The answer must consist of each line below that holds the word "number", copied as it stands.

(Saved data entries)
━━━━━━━━━━

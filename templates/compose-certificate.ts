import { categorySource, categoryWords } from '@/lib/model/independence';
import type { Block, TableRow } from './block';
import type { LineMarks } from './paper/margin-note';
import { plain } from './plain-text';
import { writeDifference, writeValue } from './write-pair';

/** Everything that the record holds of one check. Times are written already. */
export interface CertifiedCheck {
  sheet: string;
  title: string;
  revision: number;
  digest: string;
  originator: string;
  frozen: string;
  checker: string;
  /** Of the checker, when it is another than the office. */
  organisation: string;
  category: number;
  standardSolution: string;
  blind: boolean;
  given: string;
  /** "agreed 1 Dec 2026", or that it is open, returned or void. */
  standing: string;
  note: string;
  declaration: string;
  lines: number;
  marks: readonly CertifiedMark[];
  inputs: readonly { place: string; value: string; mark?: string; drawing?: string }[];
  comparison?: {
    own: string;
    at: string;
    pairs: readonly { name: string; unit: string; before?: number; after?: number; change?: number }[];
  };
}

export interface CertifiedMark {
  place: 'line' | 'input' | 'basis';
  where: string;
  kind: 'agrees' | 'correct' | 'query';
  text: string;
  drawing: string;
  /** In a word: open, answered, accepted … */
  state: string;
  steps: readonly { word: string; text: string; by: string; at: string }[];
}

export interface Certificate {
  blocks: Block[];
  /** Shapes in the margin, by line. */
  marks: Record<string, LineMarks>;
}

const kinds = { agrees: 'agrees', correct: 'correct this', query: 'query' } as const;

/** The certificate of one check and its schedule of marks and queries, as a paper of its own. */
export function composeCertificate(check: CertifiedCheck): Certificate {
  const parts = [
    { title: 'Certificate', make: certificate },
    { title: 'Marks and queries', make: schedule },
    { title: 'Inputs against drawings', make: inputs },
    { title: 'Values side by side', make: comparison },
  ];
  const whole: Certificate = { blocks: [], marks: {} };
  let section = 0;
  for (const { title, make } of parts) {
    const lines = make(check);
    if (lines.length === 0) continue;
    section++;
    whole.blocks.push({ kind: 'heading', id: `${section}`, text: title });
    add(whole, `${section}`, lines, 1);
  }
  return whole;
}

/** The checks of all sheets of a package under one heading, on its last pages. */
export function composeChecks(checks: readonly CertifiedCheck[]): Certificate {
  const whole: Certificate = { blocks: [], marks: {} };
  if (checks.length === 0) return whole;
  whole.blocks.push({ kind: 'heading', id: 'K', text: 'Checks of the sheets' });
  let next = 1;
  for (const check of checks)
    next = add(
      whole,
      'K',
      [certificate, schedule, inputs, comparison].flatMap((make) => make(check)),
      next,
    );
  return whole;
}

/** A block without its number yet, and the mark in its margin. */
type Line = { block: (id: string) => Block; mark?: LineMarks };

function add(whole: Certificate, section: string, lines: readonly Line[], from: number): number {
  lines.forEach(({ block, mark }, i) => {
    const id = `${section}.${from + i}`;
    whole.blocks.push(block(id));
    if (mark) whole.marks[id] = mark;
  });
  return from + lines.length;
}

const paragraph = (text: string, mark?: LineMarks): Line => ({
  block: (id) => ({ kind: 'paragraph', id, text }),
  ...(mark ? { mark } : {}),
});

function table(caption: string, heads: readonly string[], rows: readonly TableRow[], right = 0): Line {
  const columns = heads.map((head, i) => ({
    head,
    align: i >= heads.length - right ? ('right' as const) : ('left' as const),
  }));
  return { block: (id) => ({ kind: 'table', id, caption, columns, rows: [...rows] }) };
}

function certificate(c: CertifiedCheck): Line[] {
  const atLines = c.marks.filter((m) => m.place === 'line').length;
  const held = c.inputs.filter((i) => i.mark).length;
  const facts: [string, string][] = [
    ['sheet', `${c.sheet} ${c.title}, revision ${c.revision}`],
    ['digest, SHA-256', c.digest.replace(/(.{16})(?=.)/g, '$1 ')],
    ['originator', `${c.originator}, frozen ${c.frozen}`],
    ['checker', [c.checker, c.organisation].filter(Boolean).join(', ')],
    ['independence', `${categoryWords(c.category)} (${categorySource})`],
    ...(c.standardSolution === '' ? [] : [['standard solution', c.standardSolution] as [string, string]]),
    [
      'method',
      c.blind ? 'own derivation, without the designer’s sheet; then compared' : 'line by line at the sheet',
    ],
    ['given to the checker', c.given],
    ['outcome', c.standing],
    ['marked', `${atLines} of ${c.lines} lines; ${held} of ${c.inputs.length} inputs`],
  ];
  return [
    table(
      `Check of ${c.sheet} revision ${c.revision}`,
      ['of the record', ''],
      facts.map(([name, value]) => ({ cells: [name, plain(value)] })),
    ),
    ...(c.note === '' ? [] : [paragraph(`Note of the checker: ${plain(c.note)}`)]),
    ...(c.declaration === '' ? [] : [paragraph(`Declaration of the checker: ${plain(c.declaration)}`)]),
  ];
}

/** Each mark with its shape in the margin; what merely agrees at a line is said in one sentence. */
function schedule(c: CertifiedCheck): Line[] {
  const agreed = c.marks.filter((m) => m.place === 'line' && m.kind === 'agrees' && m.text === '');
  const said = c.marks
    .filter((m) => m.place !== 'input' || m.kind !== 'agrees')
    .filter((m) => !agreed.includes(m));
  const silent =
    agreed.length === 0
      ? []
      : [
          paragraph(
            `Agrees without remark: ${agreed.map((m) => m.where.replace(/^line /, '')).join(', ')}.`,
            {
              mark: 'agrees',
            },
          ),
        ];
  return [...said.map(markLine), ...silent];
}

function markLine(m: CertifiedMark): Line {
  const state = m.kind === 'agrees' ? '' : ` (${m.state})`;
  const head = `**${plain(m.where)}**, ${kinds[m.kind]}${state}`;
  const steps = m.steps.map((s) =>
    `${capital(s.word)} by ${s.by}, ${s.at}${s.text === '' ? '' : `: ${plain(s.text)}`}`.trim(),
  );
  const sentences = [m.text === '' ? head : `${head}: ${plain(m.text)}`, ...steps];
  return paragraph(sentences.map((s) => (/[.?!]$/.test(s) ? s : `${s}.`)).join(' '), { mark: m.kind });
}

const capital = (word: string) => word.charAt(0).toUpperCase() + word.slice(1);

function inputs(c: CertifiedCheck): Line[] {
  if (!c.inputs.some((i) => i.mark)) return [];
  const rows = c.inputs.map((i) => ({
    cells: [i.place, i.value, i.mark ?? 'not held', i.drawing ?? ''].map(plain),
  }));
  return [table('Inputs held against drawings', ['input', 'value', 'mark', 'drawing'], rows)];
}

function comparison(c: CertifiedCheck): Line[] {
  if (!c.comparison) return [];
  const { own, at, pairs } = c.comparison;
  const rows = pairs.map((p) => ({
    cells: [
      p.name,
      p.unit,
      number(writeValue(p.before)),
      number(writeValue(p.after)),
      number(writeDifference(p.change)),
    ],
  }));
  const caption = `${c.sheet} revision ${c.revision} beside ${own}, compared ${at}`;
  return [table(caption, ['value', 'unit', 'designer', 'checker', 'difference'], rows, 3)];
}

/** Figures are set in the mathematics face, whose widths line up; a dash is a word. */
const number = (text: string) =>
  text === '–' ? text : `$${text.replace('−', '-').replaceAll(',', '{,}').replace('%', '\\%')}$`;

━━━━━━━━━━

**TASK OUTPUT:**
  revision: number;
  category: number;
  lines: number;
    pairs: readonly { name: string; unit: string; before?: number; after?: number; change?: number }[];
/** A block without its number yet, and the mark in its margin. */
function add(whole: Certificate, section: string, lines: readonly Line[], from: number): number {
      number(writeValue(p.before)),
      number(writeValue(p.after)),
      number(writeDifference(p.change)),
const number = (text: string) =>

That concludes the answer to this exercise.